YOUR GOAL =
Transcribe each line below without altering anything.

Dataset items:
'''

@case
def empty_file_named_gpkg():
    def prepare(folder, gpkg, cfg):
        gpkg.write_bytes(b"")
    return Case(None, 2, ("town.gpkg",), prepare=prepare)


@case
def plain_sqlite_named_gpkg():
    def prepare(folder, gpkg, cfg):
        gpkg.unlink()
        con = sqlite3.connect(gpkg)
        con.execute("CREATE TABLE mains (MAIN_ID TEXT, DIAM_IN REAL)")
        con.commit()
        con.close()
    return Case(None, 2, ("town.gpkg",), prepare=prepare)


@case
def geopackage_locked_by_writer():
    def prepare(folder, gpkg, cfg):
        import gridflow.io.read as rd
        wait, rd.LOCK_WAIT_S = rd.LOCK_WAIT_S, 0.3
        con = sqlite3.connect(gpkg, isolation_level=None, timeout=0)
        con.execute("BEGIN EXCLUSIVE")  # an editor in the middle of saving
        con.execute("CREATE TABLE edit_in_progress (x)")

        def cleanup():
            con.execute("ROLLBACK")
            con.close()
            rd.LOCK_WAIT_S = wait
        return cleanup
    return Case(None, 2, ("town.gpkg", "locked by another program"), prepare=prepare)


@case
def geopackage_being_read_by_another_program():
    """A reader (a desktop GIS with the file open) does not stop the run."""
    def prepare(folder, gpkg, cfg):
        con = sqlite3.connect(gpkg, isolation_level=None)
        con.execute("BEGIN")
        con.execute("SELECT count(*) FROM mains").fetchall()
        return con.close
    return Case(None, 0, prepare=prepare)


@case
def previous_output_locked_by_reader():
    """Last night's output open in a desktop GIS: the new output replaces it atomically."""
    def prepare(folder, gpkg, cfg):
        from tests.bad_input.harness import previous_output
        target = folder / "out" / "result.gpkg"
        previous_output(target)
        con = sqlite3.connect(target, isolation_level=None)
        con.execute("BEGIN")
        con.execute("SELECT count(*) FROM run_info").fetchall()
        return con.close

    def check(out):
        keys = set(pyogrio.read_dataframe(out, layer="run_info")["key"])
        assert "config_sha256" in keys
    return Case(None, 0, prepare=prepare, check=check)
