#: statuses are also checked every this many Newton iterations before convergence
STATUS_CHECK_EVERY = 10
#: the residuals have stalled when the scaled residual has not halved in this many iterations
STALL_ITERATIONS = 8
#: the precision floor in units of machine epsilon times the scale of heads and flows
PRECISION_FACTOR = 64.0
#: a plateau within this factor of the precision floor is a stall; farther away the residuals
#: are still on their way (pressure-driven demand can progress slowly) and iterations go on
STALL_SPAN = 1e3
_EPS = float(np.finfo(float).eps)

'''

RESULT OF THE TASK =
@case
def empty_file_named_gpkg():
    def prepare(folder, gpkg, cfg):
        gpkg.write_bytes(b"")
    return Case(None, 2, ("town.gpkg",), prepare=prepare)


@case
def plain_sqlite_named_gpkg():
    def prepare(folder, gpkg, cfg):
        gpkg.unlink()
        con = sqlite3.connect(gpkg)
        con.execute("CREATE TABLE mains (MAIN_ID TEXT, DIAM_IN REAL)")
        con.commit()
        con.close()
    return Case(None, 2, ("town.gpkg",), prepare=prepare)


@case
def geopackage_locked_by_writer():
    def prepare(folder, gpkg, cfg):
        import gridflow.io.read as rd
        wait, rd.LOCK_WAIT_S = rd.LOCK_WAIT_S, 0.3
        con = sqlite3.connect(gpkg, isolation_level=None, timeout=0)
        con.execute("BEGIN EXCLUSIVE")  # an editor in the middle of saving
        con.execute("CREATE TABLE edit_in_progress (x)")

        def cleanup():
            con.execute("ROLLBACK")
            con.close()
            rd.LOCK_WAIT_S = wait
        return cleanup
    return Case(None, 2, ("town.gpkg", "locked by another program"), prepare=prepare)


@case
def geopackage_being_read_by_another_program():
    """A reader (a desktop GIS with the file open) does not stop the run."""
    def prepare(folder, gpkg, cfg):
        con = sqlite3.connect(gpkg, isolation_level=None)
        con.execute("BEGIN")
        con.execute("SELECT count(*) FROM mains").fetchall()
        return con.close
    return Case(None, 0, prepare=prepare)


@case
def previous_output_locked_by_reader():
    """Last night's output open in a desktop GIS: the new output replaces it atomically."""
    def prepare(folder, gpkg, cfg):
        from tests.bad_input.harness import previous_output
        target = folder / "out" / "result.gpkg"
        previous_output(target)
        con = sqlite3.connect(target, isolation_level=None)
        con.execute("BEGIN")
        con.execute("SELECT count(*) FROM run_info").fetchall()
        return con.close

    def check(out):
        keys = set(pyogrio.read_dataframe(out, layer="run_info")["key"])
        assert "config_sha256" in keys
    return Case(None, 0, prepare=prepare, check=check)
#: statuses are also checked every this many Newton iterations before convergence
STATUS_CHECK_EVERY = 10
#: the residuals have stalled when the scaled residual has not halved in this many iterations
STALL_ITERATIONS = 8
#: the precision floor in units of machine epsilon times the scale of heads and flows
PRECISION_FACTOR = 64.0
#: a plateau within this factor of the precision floor is a stall; farther away the residuals
#: are still on their way (pressure-driven demand can progress slowly) and iterations go on
STALL_SPAN = 1e3
_EPS = float(np.finfo(float).eps)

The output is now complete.